Records supplied: Begin

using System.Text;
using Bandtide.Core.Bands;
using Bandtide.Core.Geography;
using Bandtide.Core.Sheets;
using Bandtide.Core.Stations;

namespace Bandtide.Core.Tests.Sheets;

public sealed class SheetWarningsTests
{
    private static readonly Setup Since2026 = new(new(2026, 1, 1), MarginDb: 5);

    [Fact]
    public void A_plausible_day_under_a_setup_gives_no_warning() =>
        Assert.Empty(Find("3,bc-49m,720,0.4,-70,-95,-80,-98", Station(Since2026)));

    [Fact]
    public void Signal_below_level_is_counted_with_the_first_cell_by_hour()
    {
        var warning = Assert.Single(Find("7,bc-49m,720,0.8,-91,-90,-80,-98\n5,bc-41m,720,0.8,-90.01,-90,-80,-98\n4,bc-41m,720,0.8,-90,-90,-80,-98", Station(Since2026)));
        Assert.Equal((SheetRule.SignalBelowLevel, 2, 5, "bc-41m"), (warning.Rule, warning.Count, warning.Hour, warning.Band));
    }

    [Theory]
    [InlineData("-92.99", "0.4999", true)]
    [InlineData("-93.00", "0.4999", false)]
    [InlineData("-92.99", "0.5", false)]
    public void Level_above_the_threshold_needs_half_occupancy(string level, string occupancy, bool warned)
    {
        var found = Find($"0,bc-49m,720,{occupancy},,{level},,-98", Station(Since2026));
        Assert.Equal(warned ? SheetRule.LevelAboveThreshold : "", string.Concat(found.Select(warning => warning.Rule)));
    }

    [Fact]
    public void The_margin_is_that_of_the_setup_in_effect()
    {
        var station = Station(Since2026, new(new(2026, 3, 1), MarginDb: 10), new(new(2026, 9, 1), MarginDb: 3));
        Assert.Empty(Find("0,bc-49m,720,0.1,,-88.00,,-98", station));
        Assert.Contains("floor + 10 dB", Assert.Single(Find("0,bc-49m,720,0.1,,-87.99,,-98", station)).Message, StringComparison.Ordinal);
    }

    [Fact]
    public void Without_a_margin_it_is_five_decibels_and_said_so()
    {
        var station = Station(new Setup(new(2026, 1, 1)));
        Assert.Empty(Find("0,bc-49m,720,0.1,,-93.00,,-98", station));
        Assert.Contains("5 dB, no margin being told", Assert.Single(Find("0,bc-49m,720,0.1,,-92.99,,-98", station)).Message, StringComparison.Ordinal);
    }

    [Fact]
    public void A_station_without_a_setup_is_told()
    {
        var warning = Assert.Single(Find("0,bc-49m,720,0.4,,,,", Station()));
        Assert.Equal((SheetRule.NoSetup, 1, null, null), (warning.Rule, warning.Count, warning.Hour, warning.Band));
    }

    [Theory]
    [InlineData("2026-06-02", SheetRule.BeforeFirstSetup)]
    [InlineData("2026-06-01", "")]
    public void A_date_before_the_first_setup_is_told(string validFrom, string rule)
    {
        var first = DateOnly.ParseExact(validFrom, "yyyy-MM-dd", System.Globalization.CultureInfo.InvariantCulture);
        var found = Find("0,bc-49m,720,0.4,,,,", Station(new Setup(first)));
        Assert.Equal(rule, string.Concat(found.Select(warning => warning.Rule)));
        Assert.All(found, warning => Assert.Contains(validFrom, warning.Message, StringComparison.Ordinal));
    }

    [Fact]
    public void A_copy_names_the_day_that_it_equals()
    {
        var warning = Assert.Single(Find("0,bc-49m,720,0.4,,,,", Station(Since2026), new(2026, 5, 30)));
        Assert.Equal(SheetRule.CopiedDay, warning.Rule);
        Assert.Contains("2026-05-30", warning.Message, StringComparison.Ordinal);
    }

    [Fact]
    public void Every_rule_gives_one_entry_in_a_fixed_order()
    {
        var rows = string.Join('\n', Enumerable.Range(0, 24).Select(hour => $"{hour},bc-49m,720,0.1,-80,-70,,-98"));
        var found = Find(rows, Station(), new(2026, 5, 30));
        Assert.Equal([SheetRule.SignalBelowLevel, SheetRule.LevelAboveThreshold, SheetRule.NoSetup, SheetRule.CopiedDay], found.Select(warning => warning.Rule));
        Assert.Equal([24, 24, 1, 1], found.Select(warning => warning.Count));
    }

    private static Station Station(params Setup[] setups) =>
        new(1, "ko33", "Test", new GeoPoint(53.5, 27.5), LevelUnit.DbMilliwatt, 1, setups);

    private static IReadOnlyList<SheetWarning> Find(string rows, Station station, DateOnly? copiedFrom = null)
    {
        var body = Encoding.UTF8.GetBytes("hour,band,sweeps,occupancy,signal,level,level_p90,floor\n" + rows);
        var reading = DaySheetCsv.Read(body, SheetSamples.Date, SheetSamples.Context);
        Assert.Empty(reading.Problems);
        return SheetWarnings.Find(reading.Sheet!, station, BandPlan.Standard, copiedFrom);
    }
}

Records supplied: End

--- Task ---
Scan the data above and copy each line containing the word "MarginDb".

--- Exercise answer ---
    private static readonly Setup Since2026 = new(new(2026, 1, 1), MarginDb: 5);
        var station = Station(Since2026, new(new(2026, 3, 1), MarginDb: 10), new(new(2026, 9, 1), MarginDb: 3));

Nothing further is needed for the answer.